I'm curious to know the numbers put up by the real FM1909 you have. Also, shouldn't the 3 P7 module put up more like 2700 Lumen?

On a side note, does your 2D mag use a bi-pin adapter or a Kiu socket? I recommend the kiu socket - it takes a bit of handy work to install compared to using a bi-pin adaptor, but it's got better heatsinking and eliminates the resistance of the mag post spring and 4 unsoldered junctions. You lose the quick cam-based focus with it though.


----------



## bigchelis (Feb 3, 2010)

Techjunkie said:


> I'm curious to know the numbers put up by the real FM1909 you have.

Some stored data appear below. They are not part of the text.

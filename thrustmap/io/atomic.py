"""Atomic writing of run outputs: each file appears complete or not at all.

Everything is first written to a hidden temporary file beside the target and
then renamed over it, so an interrupted run never leaves a half-written
GeoPackage or figure, and an existing output is replaced only when asked.
"""

from __future__ import annotations

import logging
import os
import uuid
from collections.abc import Callable, Iterator, Mapping
from contextlib import contextmanager
from pathlib import Path

import pandas as pd
import pyogrio

from thrustmap.errors import OutputExistsError, ParameterError

__all__ = ["atomic_path", "write_geopackage", "write_file"]

log = logging.getLogger(__name__)

FileContent = str | bytes | Callable[[Path], object]


@contextmanager
def atomic_path(path: str | os.PathLike[str], *, overwrite: bool = False) -> Iterator[Path]:
    """Yield a temporary path beside ``path`` that is renamed to ``path`` on success.

    The temporary name keeps the suffix, so writers that choose the format from
    it (matplotlib, GDAL) behave as for the final name. On an exception the
    temporary file is removed and ``path`` is untouched.

    Raises
    ------
    OutputExistsError
        When ``path`` exists and ``overwrite`` is false.

    Examples
    --------
    >>> import tempfile
    >>> target = Path(tempfile.mkdtemp()) / "note.txt"
    >>> with atomic_path(target) as tmp:
    ...     _ = tmp.write_text("done")
    >>> target.read_text()
    'done'
    """
    final = Path(path)
    if final.exists() and not overwrite:
        raise OutputExistsError(f"{final} exists; use --overwrite (overwrite=True) to replace it")
    final.parent.mkdir(parents=True, exist_ok=True)
    tmp = final.with_name(f".{final.stem}.{uuid.uuid4().hex[:8]}.tmp{final.suffix}")
    try:
        yield tmp
        os.replace(tmp, final)
    finally:
        if tmp.exists():
            tmp.unlink()


def write_geopackage(
    path: str | os.PathLike[str], layers: Mapping[str, pd.DataFrame], *, overwrite: bool = False
) -> Path:
    """Write frames as the layers of one GeoPackage, atomically.

    GeoDataFrames become spatial layers, plain DataFrames attribute tables.

    Parameters
    ----------
    path : str or path
        The GeoPackage to write.
    layers : mapping of str to DataFrame or GeoDataFrame
        Layer name to frame, written in this order.
    overwrite : bool
        Replace an existing file. Keyword only.

    Returns
    -------
    Path
        ``path``.

    Raises
    ------
    OutputExistsError
        When the file exists and ``overwrite`` is false.
    ParameterError
        When ``layers`` is empty.

    Examples
    --------
    >>> import tempfile
    >>> out = Path(tempfile.mkdtemp()) / "run.gpkg"
    >>> _ = write_geopackage(out, {"spacing": pd.DataFrame({"metres": [812.5]})})
    >>> pyogrio.list_layers(out)[:, 0].tolist()
    ['spacing']
    """
    if not layers:
        raise ParameterError(f"{path}: no layers to write")
    with atomic_path(path, overwrite=overwrite) as tmp:
        for name, frame in layers.items():
            pyogrio.write_dataframe(frame, tmp, layer=name, driver="GPKG")
            log.debug("layer %s: %d rows", name, len(frame))
    log.debug("wrote %s (%d layers)", path, len(layers))
    return Path(path)


def write_file(
    path: str | os.PathLike[str], content: FileContent, *, overwrite: bool = False
) -> Path:
    """Write one file atomically from text, bytes or a writer callable.

    Parameters
    ----------
    path : str or path
        The file to write.
    content : str, bytes or callable
        Text (written as UTF-8), bytes, or ``writer(path)`` that writes the file
        at the temporary path it is given.
    overwrite : bool
        Replace an existing file. Keyword only.

    Returns
    -------
    Path
        ``path``.

    Raises
    ------
    OutputExistsError
        When the file exists and ``overwrite`` is false.
    ParameterError
        When ``content`` is none of the accepted kinds.

    Examples
    --------
    >>> import tempfile
    >>> out = write_file(Path(tempfile.mkdtemp()) / "a.md", "# Notes\\n")
    >>> out.read_text()
    '# Notes\\n'
    """
    if not isinstance(content, str | bytes) and not callable(content):
        raise ParameterError(
            f"{path}: file content must be text, bytes or a writer callable; got {type(content).__name__}"
        )
    with atomic_path(path, overwrite=overwrite) as tmp:
        if isinstance(content, str):
            tmp.write_text(content, encoding="utf-8")
        elif isinstance(content, bytes):
            tmp.write_bytes(content)
        else:
            content(tmp)
    log.debug("wrote %s", path)
    return Path(path)
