def _line_columns(att: Attitudes, rows: Bool, ct: Cells, cp: Cells, verdicts: RowVerdicts) -> None:
    numeric = rows & np.isfinite(ct.num) & np.isfinite(cp.num)
    verdicts.reject(
        numeric & ((ct.num < 0) | (ct.num > 360)),
        "azimuth_out_of_range",
        ct.header,
        lambda: ct.text,
    )
    verdicts.reject(
        numeric & ((cp.num < 0) | (cp.num > 90)),
        "plunge_out_of_range",
        cp.header,
        lambda: cp.text,
    )
    att.trend = np.where(numeric, normalize_azimuth(ct.num), att.trend)
    att.plunge = np.where(numeric, cp.num, att.plunge)
    att.az360 |= numeric & (ct.num == 360.0)
    textual = rows & ~numeric
    if textual.any():
        idx = np.flatnonzero(textual)
        combined = ct.text + " " + cp.text
        tr, pl, err = _unique_apply(parse_lines, combined[idx])
        errors = np.full(rows.size, "", dtype=object)
        errors[idx] = err
        _reject_parser(verdicts, textual, errors, f"{ct.header}/{cp.header}", combined)
        att.trend[idx] = tr
        att.plunge[idx] = pl
        att.az360 |= textual & _is_360(ct.text)


def _rake_lines(att: Attitudes, rows: Bool, c: Cells, verdicts: RowVerdicts) -> None:
    """Lines from a rake measured on the row's plane, from the RHR strike or a named strike end."""
    upper = pd.Series(c.text, dtype=object).str.upper()
    parts = upper.str.extract(_ANGLE_LETTER)
    angle = pd.to_numeric(parts[0], errors="coerce").to_numpy(dtype=float)
    letter = parts[1].fillna("").to_numpy(dtype=object)
    readable = np.isfinite(angle)
    verdicts.reject(
        rows & ~readable,
        "unparseable",
        c.header,
        c.text,
        "rake: an angle, optionally with the strike end, e.g. 35N",
    )
    verdicts.reject(rows & readable & (angle > 180.0), "rake_out_of_range", c.header, c.text)
    from_az = np.array([_LETTER_AZ.get(s, np.nan) for s in letter], dtype=float)
    verdicts.reject(
        rows & (letter != "") & np.isnan(from_az),
        "unparseable",
        c.header,
        c.text,
        "rake: the strike end is a compass letter such as N, NE or SW",
    )
    strike = dip_direction_to_strike(att.dip_direction)
    off = np.abs((from_az - strike + 180.0) % 360.0 - 180.0)
    verdicts.reject(
        rows & (letter != "") & (np.abs(off - 90.0) < 1e-9),
        "letter_contradicts_strike",
        c.header,
        c.text,
        "the letter is square to the strike, so it names neither strike end",
    )
    use = rows & verdicts.ok
    if use.any():
        tr, pl = rake_to_line(
            att.dip_direction[use],
            att.dip[use],
            angle[use],
            from_azimuth=np.where(np.isnan(from_az[use]), strike[use], from_az[use]),
        )
        att.trend[use] = tr
        att.plunge[use] = pl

Also, shouldn't the 3 P7 module put up more like 2700 Lumen?
> 
> On a side note, does your 2D mag use a bi-pin adapter or a Kiu socket? I recommend the kiu socket - it takes a bit of handy work to install compared to using a bi-pin adaptor, but it's got better heatsinking and eliminates the resistance of the mag post spring and 4 unsoldered junctions. You lose the quick cam-based focus with it though.


 

After helping MrGman test numerous P7 Mag builds I can tell you that the lights that claim 2200~2500 OTF lumens have all fallen short. The only tripple P7 build that did good was the LeD ZEP 3P7 drop-in for my M6. It did 1700 turn-on and was at 1500 at 3 minutes. The other 2 were the Mag P7 tripple builds and they both did 900~1100ish. I wish they would have produced at least 1500 OTF on turn-in, but I have noticed that 20 watts of power in Mag 2D size lights is really pushing the limits and you can cram tons of LED watts, but the end results may not be tons of lumens.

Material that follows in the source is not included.